Лапушка, выслушав все мнения, обещала подумать до утра.
Гордея она знала с детства и ссориться с ним не хотела, но и оставлять анархию безнаказанной не могла.
На рассвете Лапушка и Лаврентий вышли прогуляться и обсудить вчерашний тяжелый разговор.
Когда солнце плеснуло в них своими первыми лучами, Лапушка почувствовала сильнейшую резь в глазах.
33
Агаты больше не было нигде – ни у Швыдковского, где вскоре о ее существовании перестали вспоминать даже в шутейном, беззлобном мужском разговоре; ни в городе, где Поляков полюбил блуждать, непременно проходя мимо кафе на улице Гарибальди.
Он никогда никого, кроме удручающе глупо погибшего отца, не боялся – ни отморозков, ни Алика и ему подобных авторитетов.
Не боялся даже Вольдемара, восставшего из могилы, а вот сама мысль о том, чтобы набрать ее номер, вызывала в нем дикий, иррациональный страх.
О том, что произошло в тот августовский вечер, он старался не думать.
Как не думал о том, что прочел днями позже о нуждающемся в лечении сыне Агаты на ее страничке в соцсети, на которую тайком залез с планшета Марты, а также о последовавшей после этого импульсивной просьбе, обращенной к дочери.
Со временем приучив себя к мысли, что между ними образовалось недопонимание, случился неприятный, но не из ряда вон выходящий эпизод, он начал на Агату злиться – в конце концов, могла бы для начала спросить, удобно ли ему разговаривать, а потом уже внятно объяснить, что случилось и в чем конкретно он может помочь.
Тянулись длинные, холодные месяцы, и в их однообразном течении воспоминание об августовском эпизоде стиралось под грузом привычных забот.
Все вернулось на круги своя – Поляков занимался хозяйством, ждал Марту, а по субботам ездил в катран.
По первым холодам он посадил на участке еще пару сосен – рослую и разлапистую посвятил Рыбакову, которого спас от большого срока, не выполнив указание начальства подсунуть в его дело давнишний, по кражам, висяк; другую, поменьше, – опустившейся и превратившей свою квартиру в притон бывшей однокласснице Аллочке.

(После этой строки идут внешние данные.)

package powerplant_test

import (
	"math"
	"path/filepath"
	"strings"
	"sync/atomic"
	"testing"

	"pgregory.net/rapid"

	"legwright/internal/perf/formula"
	"legwright/internal/perf/input"
	"legwright/internal/perf/powerplant"
	"legwright/internal/perf/powerplant/powerplanttest"
	"legwright/internal/perf/reference"
)

func TestKinds(t *testing.T) {
	names := map[string]bool{}
	for _, k := range powerplant.Kinds {
		if k.Name == "" || k.Label == "" || names[k.Name] {
			t.Errorf("kind %q, label %q: both are needed, the name once", k.Name, k.Label)
		}
		names[k.Name] = true
		if found, ok := powerplant.Lookup(k.Name); !ok || found.Name != k.Name {
			t.Errorf("%s is not found", k.Name)
		}
		m := k.New()
		if err := input.Check(m); err != nil {
			t.Errorf("%s: typical values: %v", k.Name, err)
		}
		if err := powerplanttest.Test(build(t, m), conditions(t), heat); err != nil {
			t.Errorf("%s: %v", k.Name, err)
		}
		files, err := filepath.Glob(filepath.Join(reference.Folder(t), k.Name+"*.csv"))
		if err != nil || len(files) == 0 {
			t.Errorf("%s has no reference case testdata/reference/%s….csv (%v)", k.Name, k.Name, err)
		}
	}
	if _, ok := powerplant.Lookup("perpetual"); ok {
		t.Error("an unknown kind is found")
	}
}

func TestContractOfPistons(t *testing.T) {
	for name, change := range map[string]func(*powerplant.PistonPropeller){
		"constant speed": constantSpeed, "turbocharged": turbocharged, "turbocharged, constant speed": both(turbocharged, constantSpeed),
		"tables": tables, "tables, constant speed": both(tables, constantSpeed),
		"no idle flow, no accessories": func(p *powerplant.PistonPropeller) {
			p.Engine.IdleFlow, p.Engine.AccessoryPower, p.Engine.InstallationLoss = 0, 0, 0
		},
		"geared": func(p *powerplant.PistonPropeller) {
			p.Engine.GearRatio, p.Engine.RatedSpeed, p.Engine.Redline = 2.4, 92, 97
		},
	} {
		if err := powerplanttest.Test(build(t, piston(change)), conditions(t), heat); err != nil {
			t.Errorf("%s: %v", name, err)
		}
	}
}

func TestContractOfRandomPistons(t *testing.T) {
	rapid.Check(t, func(t *rapid.T) {
		m := drawPiston(t)
		p, err := m.Build()
		if err != nil {
			t.Fatal(err)
		}
		moving := drawCondition(t, m)
		still := moving
		still.TAS = 0
		if err := powerplanttest.Test(p, []powerplant.Condition{still, moving}, heat); err != nil {
			t.Fatal(err)
		}
	})
}

// broken is a sound powerplant with one thing wrong.
type broken struct {
	powerplant.Powerplant
	run   func(c powerplant.Condition, setting float64, out *powerplant.Output)
	match func(setting float64, out *powerplant.Output, err error) (float64, error)
}

func (b *broken) Run(c powerplant.Condition, setting float64, w *formula.Working) (powerplant.Output, error) {
	out, err := b.Powerplant.Run(c, setting, w)
	if b.run != nil {
		b.run(c, setting, &out)
	}
	return out, err
}

func (b *broken) Match(c powerplant.Condition, want float64, w *formula.Working) (float64, powerplant.Output, error) {
	setting, out, err := b.Powerplant.Match(c, want, w)
	if b.match != nil {
		setting, err = b.match(setting, &out, err)
	}
	return setting, out, err
}

func TestContractRefuses(t *testing.T) {
	var calls atomic.Int64
	for _, c := range []struct {
		fault broken
		want  string
	}{
		{broken{run: func(c powerplant.Condition, _ float64, o *powerplant.Output) {
			if c.TAS == 0 {
				o.Thrust = math.NaN()
			}
		}}, "0 m/s, setting 0: thrust is NaN"},
		{broken{run: func(_ powerplant.Condition, _ float64, o *powerplant.Output) { o.Shaft.Efficiency = math.Inf(1) }}, "propeller efficiency is +Inf"},
		{broken{run: func(_ powerplant.Condition, s float64, o *powerplant.Output) {
			if s > 0.9 {
				o.Thrust *= 0.9
			}
		}}, "as the setting rises"},
		{broken{run: func(_ powerplant.Condition, _ float64, o *powerplant.Output) { o.FuelFlow -= 0.001 }}, "negative fuel flow"},
		{broken{run: func(_ powerplant.Condition, _ float64, o *powerplant.Output) { o.BusPower = -1 }}, "negative electrical power"},
		{broken{run: func(_ powerplant.Condition, _ float64, o *powerplant.Output) { o.FuelFlow /= 5 }}, "of thrust power from"},
		{broken{run: func(_ powerplant.Condition, _ float64, o *powerplant.Output) {
			o.Thrust += 1e-12 * float64(calls.Add(1))
		}}, "concurrent calls give"},
		{broken{match: func(s float64, o *powerplant.Output, err error) (float64, error) { return 0.9 * s, err }}, "which runs at"},
		{broken{match: func(s float64, o *powerplant.Output, err error) (float64, error) {
			o.Thrust *= 1.001
			return s, err
		}}, "Match for"},
		{broken{match: func(s float64, o *powerplant.Output, err error) (float64, error) { return s + 0.5, err }}, "Match gives the setting 1.5"},
		{broken{match: func(s float64, o *powerplant.Output, err error) (float64, error) {
			o.FuelFlow *= 1.01
			return s, err
		}}, "Match gives a fuel flow"},
		{broken{match: func(s float64, o *powerplant.Output, err error) (float64, error) { return s, nil }}, "more than full thrust"},
		{broken{match: func(s float64, o *powerplant.Output, err error) (float64, error) {
			o.Limits &^= powerplant.Idling
			return s, err
		}}, "is not idle"},
	} {
		c.fault.Powerplant = build(t, piston(nil))
		err := powerplanttest.Test(&c.fault, conditions(t), heat)
		if err == nil || !strings.Contains(err.Error(), c.want) {
			text := "nothing"
			if err != nil {
				text, _, _ = strings.Cut(err.Error(), "\n")
			}
			t.Errorf("want %q, the contract says %s", c.want, text)
		}
	}
}

// TestContractNeedsRest: at rest is where propeller models divide by zero.
func TestContractNeedsRest(t *testing.T) {
	err := powerplanttest.Test(build(t, piston(nil)), conditions(t)[1:2], heat)
	if err == nil || !strings.Contains(err.Error(), "at rest") {
		t.Errorf("%v", err)
	}
}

Ее сожитель-барыга пытался списать на нее не только употребление, но и распространение. Поляков убедил знакомых прокурорских, что слабая женщина под давлением садиста оговорила себя, и вместо нескольких лет тюрьмы ей дали два года условно.
Растворяясь в привычном, он забыл про Агату почти все: ее лицо, слова и голос, не мог забыть лишь жаркой правды, что дарило ему ее тело.

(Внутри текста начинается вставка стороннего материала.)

package powerplant_test

import (
	"encoding/json"
	"errors"
	"fmt"
	"math"
	"reflect"
	"strings"
	"testing"

	"legwright/internal/perf/atmos"
	"legwright/internal/perf/input"
	"legwright/internal/perf/powerplant"
)

// spaced puts plain blanks for the no-break and thin ones of formatted numbers.
func spaced(err error) string {
	return strings.NewReplacer("\u00a0", " ", "\u202f", " ").Replace(fmt.Sprint(err))
}

func TestSpecJSON(t *testing.T) {
	for _, k := range powerplant.Kinds {
		s := powerplant.Spec{Kind: k.Name, Model: k.New()}
		text, err := json.Marshal(s)
		if err != nil {
			t.Fatal(err)
		}
		if want := fmt.Sprintf(`{"kind":"%s","values":{`, k.Name); !strings.HasPrefix(string(text), want) {
			t.Errorf("written as %.60s", text)
		}
		var back powerplant.Spec
		if err := json.Unmarshal(text, &back); err != nil || !reflect.DeepEqual(back, s) {
			t.Errorf("%s came back as %+v, %v", k.Name, back, err)
		}
	}
	var s powerplant.Spec
	err := json.Unmarshal([]byte(`{"kind":"rubber-band","values":{}}`), &s)
	if !errors.Is(err, input.ErrChoice) || !strings.Contains(err.Error(), "rubber-band") || !strings.Contains(err.Error(), "piston-propeller") {
		t.Errorf("an unknown kind: %v", err)
	}
	for _, text := range []string{`{"kind":"piston-propeller"}`, `{"kind":"piston-propeller","values":{"mass":"heavy"}}`, `[]`, `{"kind":1}`} {
		if err := json.Unmarshal([]byte(text), &s); err == nil {
			t.Errorf("%s is accepted", text)
		}
	}
}

func TestClone(t *testing.T) {
	for _, k := range powerplant.Kinds {
		s := powerplant.Spec{Kind: k.Name, Model: k.New()}
		c := s.Clone()
		if !reflect.DeepEqual(c, s) {
			t.Errorf("%s: clone differs", k.Name)
		}
		for _, e := range input.Walk(c.Model) {
			if e.Table != nil && len(*e.Table.Value) > 0 {
				(*e.Table.Value)[0][0] += 1
			}
		}
		if !reflect.DeepEqual(s.Model, k.New()) {
			t.Errorf("%s: an edit of the clone reached the original", k.Name)
		}
	}
	if c := (powerplant.Spec{}).Clone(); c.Model != nil {
		t.Error("the clone of nothing is something")
	}
}

// TestInputsCoverTheDocument: every number of the JSON form is an input, so
// none escapes the check, and each input's path is where the JSON has it.
func TestInputsCoverTheDocument(t *testing.T) {
	for _, k := range powerplant.Kinds {
		m := k.New()
		text, err := json.Marshal(m)
		if err != nil {
			t.Fatal(err)
		}
		var tree map[string]any
		if err := json.Unmarshal(text, &tree); err != nil {
			t.Fatal(err)
		}
		paths := map[string]bool{}
		for _, e := range input.Walk(m) {
			if paths[e.Path] {
				t.Errorf("%s: two inputs at %s", k.Name, e.Path)
			}
			paths[e.Path] = true
		}
		leaves(tree, "", func(path string) {
			if !paths[path] {
				t.Errorf("%s: %s is in the document, not among the inputs", k.Name, path)
			}
			delete(paths, path)
		})
		for p := range paths {
			t.Errorf("%s: input %s is not in the document", k.Name, p)
		}
	}
}

func leaves(tree map[string]any, path string, visit func(string)) {
	for name, v := range tree {
		if sub, ok := v.(map[string]any); ok {
			leaves(sub, path+name+".", visit)
		} else {
			visit(path + name)
		}
	}
}

func TestStores(t *testing.T) {
	m := piston(nil)
	s := m.Stores()
	if math.Abs(s.Fuel-63.36) > 1e-9 || math.Abs(s.Trapped-1.44) > 1e-9 || math.Abs(s.Capacity-70.56) > 1e-9 || s.Charge != 0 {
		t.Errorf("88 usable of 90 litres in a tank of 100, at 720 kg/m³: %+v", s)
	}
	m.Fuel.Volume, m.Fuel.Unusable = 0.001, 0.005
	if s := m.Stores(); s.Fuel != 0 || math.Abs(s.Trapped-0.72) > 1e-9 {
		t.Errorf("less aboard than is usable: %+v", s)
	}
	if m.InstalledMass() != 95 {
		t.Errorf("installed mass %v", m.InstalledMass())
	}
}

func TestBuildErrors(t *testing.T) {
	for _, c := range []struct {
		change func(*powerplant.PistonPropeller)
		path   string
		kind   error
		says   []string
	}{
		{func(p *powerplant.PistonPropeller) { p.Fuel.Volume = 0.2 }, "fuel.volume", input.ErrConflict, []string{"200.0 L", "100.0 L"}},
		{func(p *powerplant.PistonPropeller) { constantSpeed(p); p.Propeller.Speed = 50 }, "propeller.speed", input.ErrConflict, []string{"3000 rpm"}},
		{func(p *powerplant.PistonPropeller) { tables(p); p.Engine.Redline = 48 }, "engine.redline", input.ErrConflict, []string{"2880 rpm", "1800 rpm", "2760 rpm"}},
		{func(p *powerplant.PistonPropeller) { tables(p); p.Engine.PowerCurve[1][0] = 30 }, "engine.power_curve", input.ErrOrder, []string{"point 2", "30"}},
		{func(p *powerplant.PistonPropeller) { tables(p); p.Engine.ConsumptionCurve[2][0] = 0.1 }, "engine.consumption_curve", input.ErrOrder, []string{"point 3", "0.1"}},
		{func(p *powerplant.PistonPropeller) { p.Propeller.Coefficients[3][0] = 0 }, "propeller.coefficients", input.ErrOrder, []string{"point 4"}},
	} {
		p, err := piston(c.change).Build()
		list := input.Errors(err)
		if len(list) != 1 || list[0].Path != c.path || !errors.Is(err, c.kind) {
			t.Errorf("%s: %v (%v)", c.path, err, p)
			continue
		}
		for _, want := range c.says {
			if !strings.Contains(spaced(err), want) {
				t.Errorf("%s: %q does not say %q", c.path, spaced(err), want)
			}
		}
	}
	two := piston(func(p *powerplant.PistonPropeller) { p.Fuel.Volume = 0.2; constantSpeed(p); p.Propeller.Speed = 50 })
	if _, err := two.Build(); len(input.Errors(err)) != 2 {
		t.Errorf("two faults: %v", err)
	}
}

func TestErrorsCarryNumbers(t *testing.T) {
	p := build(t, piston(nil))
	_, _, err := p.Match(condition(t, atmos.Day{}, 0, 40), 5000, nil)
	var short *powerplant.ThrustError
	if !errors.As(err, &short) || short.Want != 5000 || short.TAS != 40 || !(short.Available > 100 && short.Available < 2000) || !strings.Contains(spaced(err), "5000 N") || !strings.Contains(spaced(err), "40.0 m/s") {
		t.Errorf("%v", err)
	}
	// 90 m/s at 46 rev/s of 1.75 m is an advance ratio of 1.118.
	_, err = p.Run(condition(t, atmos.Day{}, 0, 90), 1, nil)
	var fast *powerplant.SpeedError
	if !errors.As(err, &fast) || fast.TAS != 90 || math.Abs(fast.Range.J-1.118) > 1e-3 || !strings.Contains(err.Error(), "1.118") || !strings.Contains(err.Error(), "1.000") {
		t.Errorf("%v", err)
	}
	if out, err := p.Run(condition(t, atmos.Day{}, 0, 90), 0, nil); err != nil || out.Limits&powerplant.Idling == 0 {
		t.Errorf("idle beyond the table: %+v, %v", out, err)
	}
	late := build(t, piston(func(m *powerplant.PistonPropeller) { m.Propeller.Coefficients = m.Propeller.Coefficients[3:] }))
	if _, err := late.Run(condition(t, atmos.Day{}, 0, 0), 1, nil); !errors.As(err, &fast) || !strings.Contains(err.Error(), "0.000 lies outside the propeller table, 0.300 to 1.000") {
		t.Errorf("at rest before a table from J 0.3: %v", err)
	}
	// A table that ends while it still pulls says nothing of what is beyond.
	short80 := build(t, piston(func(m *powerplant.PistonPropeller) { m.Propeller.Coefficients = m.Propeller.Coefficients[:9] }))
	if _, err := short80.Run(condition(t, atmos.Day{}, 0, 50), 0.02, nil); !errors.As(err, &fast) || !strings.Contains(err.Error(), "0.800") {
		t.Errorf("little power beyond a short table: %v", err)
	}
	if _, _, err := short80.Match(condition(t, atmos.Day{}, 0, 50), 1, nil); !errors.As(err, &fast) {
		t.Errorf("1 N beyond a short table: %v", err)
	}
}

// TestDrain: the one measure for fuel and electricity.
func TestDrain(t *testing.T) {
	if got := (powerplant.Output{FuelFlow: 1e-3, BusPower: 500}).Drain(); math.Abs(got-44000) > 1e-9 {
		t.Errorf("drain %v W", got)
	}
}

func ExamplePowerplant() {
	model := powerplant.PistonPropeller{
		Engine: powerplant.PistonEngine{
			PowerGiven: powerplant.ByRating, RatedPower: 75e3, RatedSpeed: 45, Redline: 46, GearRatio: 1,
			ConsumptionGiven: powerplant.ByConstant, Consumption: 8.1e-8,
		},
		Propeller: powerplant.Propeller{Kind: powerplant.ConstantSpeed, Diameter: 1.75, Speed: 40, LossFactor: 0.85},
	}
	plant, err := model.Build()
	if err != nil {
		fmt.Println(err)
		return
	}
	air, err := atmos.Day{}.At(1000, nil)
	if err != nil {
		fmt.Println(err)
		return
	}
	c := powerplant.Condition{Air: air, TAS: 45}
	full, err := plant.Run(c, 1, nil)
	if err != nil {
		fmt.Println(err)
		return
	}
	setting, level, err := plant.Match(c, 500, nil)
	fmt.Printf("full throttle: %.0f N at %.0f rpm\n", full.Thrust, full.Shaft.Speed*60)
	fmt.Printf("500 N: throttle %.2f, %.1f kg/h (%v)\n", setting, level.FuelFlow*3600, err)
	// Output:
	// full throttle: 1036 N at 2400 rpm
	// 500 N: throttle 0.46, 8.1 kg/h (<nil>)
}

Он не тосковал по ней, как тоскуют по чему-то все еще желанному, оставшемуся в прошлом; вспоминая, он страдал неистово, даже не по ней, а скорее беспредметно, как страдают заблудшие в веках души по давно утраченному раю.
И утолить свой голод он не мог.
С того злосчастного вечера в голосе Марты все чаще сквозило недоверие обманутой женщины.

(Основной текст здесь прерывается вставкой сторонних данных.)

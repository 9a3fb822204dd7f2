package powerplant_test

import (
	"math"
	"testing"

	"pgregory.net/rapid"

	"legwright/internal/perf/atmos"
	"legwright/internal/perf/powerplant"
)

// heat is the lower heating value of aviation gasoline in J/kg: ASTM D910 minimum, from memory.
const heat = 43.5e6

// piston is the typical piston powerplant, changed.
func piston(change func(*powerplant.PistonPropeller)) *powerplant.PistonPropeller {
	p := powerplant.Kinds[0].New().(*powerplant.PistonPropeller)
	if change != nil {
		change(p)
	}
	return p
}

func constantSpeed(p *powerplant.PistonPropeller) { p.Propeller.Kind = powerplant.ConstantSpeed }
func turbocharged(p *powerplant.PistonPropeller)  { p.Engine.CriticalAltitude = 4000 }
func tables(p *powerplant.PistonPropeller) {
	p.Engine.PowerGiven, p.Engine.ConsumptionGiven = powerplant.ByTable, powerplant.ByTable
}

func both(a, b func(*powerplant.PistonPropeller)) func(*powerplant.PistonPropeller) {
	return func(p *powerplant.PistonPropeller) { a(p); b(p) }
}

func build(t testing.TB, m powerplant.Model) powerplant.Powerplant {
	t.Helper()
	p, err := m.Build()
	if err != nil {
		t.Fatal(err)
	}
	return p
}

func condition(t interface {
	Helper()
	Fatal(...any)
}, d atmos.Day, hp, tas float64) powerplant.Condition {
	t.Helper()
	a, err := d.At(hp, nil)
	if err != nil {
		t.Fatal(err)
	}
	return powerplant.Condition{Air: a, TAS: tas}
}

// conditions covers cold to hot, low to high, at rest to fast for the typical powerplants.
func conditions(t testing.TB) []powerplant.Condition {
	var list []powerplant.Condition
	for _, d := range []atmos.Day{{}, {Deviation: -25}, {Deviation: 30, Humidity: 0.9}} {
		for _, hp := range []float64{-300, 1500, 4000, 9000} {
			for _, v := range []float64{0, 0.01, 5, 20, 35, 50, 65} {
				list = append(list, condition(t, d, hp, v))
			}
		}
	}
	return list
}

// drawPiston is a random engine on a random propeller whose table runs into windmilling.
func drawPiston(t *rapid.T) *powerplant.PistonPropeller {
	number := func(name string, low, high float64) float64 { return rapid.Float64Range(low, high).Draw(t, name) }
	m := piston(nil)
	e, p := &m.Engine, &m.Propeller
	p.Diameter = number("diameter", 0.2, 3)
	tip := number("tip speed", 80, 260)
	e.GearRatio = number("gear ratio", 0.8, 4)
	e.Redline = tip / (math.Pi * p.Diameter) * e.GearRatio
	e.RatedSpeed = e.Redline * number("rated share of redline", 0.7, 1)
	// Power in step with the disc, from far too little to far too much.
	e.RatedPower = p.Diameter * p.Diameter * math.Exp(number("log disc loading", 7, 12))
	e.CriticalAltitude = rapid.SampledFrom([]float64{0, 0, 3000, 7000}).Draw(t, "critical altitude")
	e.InstallationLoss = number("installation loss", 0, 0.2)
	e.AccessoryPower = e.RatedPower * number("accessory share", 0, 0.05)
	e.IdleFlow = e.RatedPower * e.Consumption * number("idle share", 0, 0.1)
	ct, cp := number("static CT", 0.06, 0.14), number("static CP", 0.03, 0.09)
	j, bend := number("J of no thrust", 0.4, 1.4), number("bend", 1.2, 3)
	p.Coefficients = nil
	for i := range 12 {
		x := float64(i) / 10
		p.Coefficients = append(p.Coefficients, []float64{x * j, ct * (1 - math.Pow(x, bend)), cp * (1 - 0.8*math.Pow(x, bend+0.5))})
	}
	p.Speed = e.RatedSpeed / e.GearRatio * number("governed share", 0.7, 1)
	p.LossFactor = number("loss factor", 0.6, 0.95)
	p.Kind = rapid.SampledFrom([]string{powerplant.FixedPitch, powerplant.ConstantSpeed}).Draw(t, "propeller")
	return m
}

// drawCondition is air that a piston engine breathes, at an airspeed that the propeller of m covers.
func drawCondition(t *rapid.T, m *powerplant.PistonPropeller) powerplant.Condition {
	d := atmos.Day{Deviation: rapid.Float64Range(-30, 35).Draw(t, "deviation"), Humidity: rapid.Float64Range(0, 1).Draw(t, "humidity")}
	rows := m.Propeller.Coefficients
	fastest := rows[len(rows)-1][0] * m.Propeller.Diameter * m.Engine.Redline / m.Engine.GearRatio
	v := fastest * rapid.Float64Range(0, 0.97).Draw(t, "share of the fastest")
	return condition(t, d, rapid.Float64Range(-500, 8000).Draw(t, "hp"), v)
}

Услугами проституток он теперь пользоваться опасался, да и не хотел – получив, пусть на несколько мгновений,
В новой клинике у Марты стало меньше работы и больше свободного времени. Коллектив состоял преимущественно из женщин моложе жены – ее коллегам было от сорока до пятидесяти.
День за днем жена не то чтобы расцветала, но меняла цвет и запах, подобно живучему цветку, сознающему, что некогда длинные дни его сочтены, а потому, напоследок, надо выпустить наружу весь свой накопленный опыт, всю красоту и зрелость без остатка.
В доме почти каждую субботу собирались компании – к старым подругам прибавились новые. Глядя на них, подтянутых и изумительно моложавых, Поляков видел тех, из кафе на Гарибальди, которым Зазеркалье прибавило умело заколотых морщин и прикрытой беспечностью тоски в глазах, но не прибавило ни самоуважения, ни ума.
Они громко смеялись, пили, не зная меры, без стеснения говорили о мужчинах и сексе. Поляков, ощущая себя не в свой тарелке, сбегал от них в катран, а потом, выжидая, когда наверняка уедут, гонял по трассе.
Нахватавшись всякой всячины у новых подруг, жена впервые за долгие годы вдруг захотела секса, которого у них не было уже лет пять.